### EXERCISE PROMPT
Look through the listing below and give the number of lines in which "data" occurs, nothing more.

---

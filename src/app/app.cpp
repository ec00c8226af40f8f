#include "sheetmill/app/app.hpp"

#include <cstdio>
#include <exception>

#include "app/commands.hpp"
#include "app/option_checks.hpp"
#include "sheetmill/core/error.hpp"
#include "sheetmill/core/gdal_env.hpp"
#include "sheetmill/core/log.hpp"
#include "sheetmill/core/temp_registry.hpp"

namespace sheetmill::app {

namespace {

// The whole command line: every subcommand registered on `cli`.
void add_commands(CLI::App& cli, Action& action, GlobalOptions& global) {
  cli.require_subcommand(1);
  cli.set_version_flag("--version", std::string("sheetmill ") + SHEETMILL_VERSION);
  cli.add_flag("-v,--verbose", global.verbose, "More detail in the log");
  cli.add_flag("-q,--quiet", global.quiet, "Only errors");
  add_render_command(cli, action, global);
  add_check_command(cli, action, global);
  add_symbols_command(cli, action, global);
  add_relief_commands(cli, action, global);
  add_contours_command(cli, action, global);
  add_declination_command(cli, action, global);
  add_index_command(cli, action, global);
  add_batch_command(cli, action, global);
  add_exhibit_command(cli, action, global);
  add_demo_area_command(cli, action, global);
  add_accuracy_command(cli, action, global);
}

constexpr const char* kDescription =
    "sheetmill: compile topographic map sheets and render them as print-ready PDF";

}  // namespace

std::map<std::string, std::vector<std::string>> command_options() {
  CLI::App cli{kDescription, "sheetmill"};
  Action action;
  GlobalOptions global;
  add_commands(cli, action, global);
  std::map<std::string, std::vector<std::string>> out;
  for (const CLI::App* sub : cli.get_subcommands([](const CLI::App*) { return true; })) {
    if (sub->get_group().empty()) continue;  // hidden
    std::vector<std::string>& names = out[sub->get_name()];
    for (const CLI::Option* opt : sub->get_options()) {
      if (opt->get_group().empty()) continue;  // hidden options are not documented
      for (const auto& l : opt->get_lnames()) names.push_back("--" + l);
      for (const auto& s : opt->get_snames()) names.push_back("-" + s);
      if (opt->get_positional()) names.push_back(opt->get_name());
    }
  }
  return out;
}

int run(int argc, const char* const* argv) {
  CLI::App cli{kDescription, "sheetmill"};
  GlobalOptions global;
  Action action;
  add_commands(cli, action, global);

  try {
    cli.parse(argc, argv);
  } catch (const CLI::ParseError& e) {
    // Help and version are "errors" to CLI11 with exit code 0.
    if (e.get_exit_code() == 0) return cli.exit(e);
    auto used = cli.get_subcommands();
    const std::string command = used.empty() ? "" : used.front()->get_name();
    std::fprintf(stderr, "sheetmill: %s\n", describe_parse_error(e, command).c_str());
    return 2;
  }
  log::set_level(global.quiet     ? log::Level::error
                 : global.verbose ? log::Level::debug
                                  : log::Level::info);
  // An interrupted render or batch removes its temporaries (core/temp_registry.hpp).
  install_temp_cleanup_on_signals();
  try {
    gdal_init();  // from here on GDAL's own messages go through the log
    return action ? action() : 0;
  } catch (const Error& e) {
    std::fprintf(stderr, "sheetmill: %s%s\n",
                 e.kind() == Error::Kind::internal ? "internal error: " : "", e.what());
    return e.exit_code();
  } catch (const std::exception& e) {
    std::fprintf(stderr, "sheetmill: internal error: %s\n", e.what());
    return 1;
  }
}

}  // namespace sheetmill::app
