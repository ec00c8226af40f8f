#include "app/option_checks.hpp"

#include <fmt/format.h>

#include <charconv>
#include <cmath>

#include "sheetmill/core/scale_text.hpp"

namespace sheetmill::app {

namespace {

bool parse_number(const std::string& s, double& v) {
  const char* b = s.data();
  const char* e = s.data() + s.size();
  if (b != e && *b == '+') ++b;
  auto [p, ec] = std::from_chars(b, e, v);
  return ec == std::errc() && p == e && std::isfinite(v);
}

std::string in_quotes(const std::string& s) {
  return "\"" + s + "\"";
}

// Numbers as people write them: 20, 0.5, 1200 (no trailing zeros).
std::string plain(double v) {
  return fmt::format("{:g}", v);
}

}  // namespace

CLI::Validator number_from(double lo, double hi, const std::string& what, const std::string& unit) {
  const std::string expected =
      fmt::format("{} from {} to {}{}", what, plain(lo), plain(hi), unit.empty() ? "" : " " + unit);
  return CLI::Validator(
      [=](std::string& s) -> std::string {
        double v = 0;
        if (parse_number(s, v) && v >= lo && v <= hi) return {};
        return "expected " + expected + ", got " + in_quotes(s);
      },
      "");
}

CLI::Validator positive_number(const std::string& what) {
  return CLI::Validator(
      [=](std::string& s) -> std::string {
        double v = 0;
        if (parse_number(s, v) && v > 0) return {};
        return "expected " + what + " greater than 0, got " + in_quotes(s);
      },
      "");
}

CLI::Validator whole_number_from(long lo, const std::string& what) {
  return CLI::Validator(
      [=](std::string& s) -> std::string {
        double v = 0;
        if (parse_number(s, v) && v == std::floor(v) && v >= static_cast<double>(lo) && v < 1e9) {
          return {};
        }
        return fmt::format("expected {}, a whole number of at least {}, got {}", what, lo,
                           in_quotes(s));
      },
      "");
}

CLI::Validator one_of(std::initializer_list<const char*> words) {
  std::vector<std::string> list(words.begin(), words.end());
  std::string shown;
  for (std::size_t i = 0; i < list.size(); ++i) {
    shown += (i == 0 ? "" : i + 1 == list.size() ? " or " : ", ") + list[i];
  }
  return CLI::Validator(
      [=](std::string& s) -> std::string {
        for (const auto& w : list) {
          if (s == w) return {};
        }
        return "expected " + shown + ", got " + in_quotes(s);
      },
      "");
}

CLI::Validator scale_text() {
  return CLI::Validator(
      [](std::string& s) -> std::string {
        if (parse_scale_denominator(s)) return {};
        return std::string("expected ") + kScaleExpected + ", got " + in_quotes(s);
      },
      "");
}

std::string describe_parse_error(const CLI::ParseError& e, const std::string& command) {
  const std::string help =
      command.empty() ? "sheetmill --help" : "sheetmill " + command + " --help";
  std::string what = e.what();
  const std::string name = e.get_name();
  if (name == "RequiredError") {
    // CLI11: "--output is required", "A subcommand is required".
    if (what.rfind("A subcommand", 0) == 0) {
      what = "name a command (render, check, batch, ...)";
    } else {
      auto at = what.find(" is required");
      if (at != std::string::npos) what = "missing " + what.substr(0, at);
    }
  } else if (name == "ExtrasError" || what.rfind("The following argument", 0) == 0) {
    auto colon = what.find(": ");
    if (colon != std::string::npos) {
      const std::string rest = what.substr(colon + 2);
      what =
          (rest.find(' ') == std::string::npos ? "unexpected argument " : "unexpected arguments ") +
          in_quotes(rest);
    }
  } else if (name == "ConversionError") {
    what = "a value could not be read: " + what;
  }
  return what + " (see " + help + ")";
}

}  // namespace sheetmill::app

---

### YOUR RESPONSE
2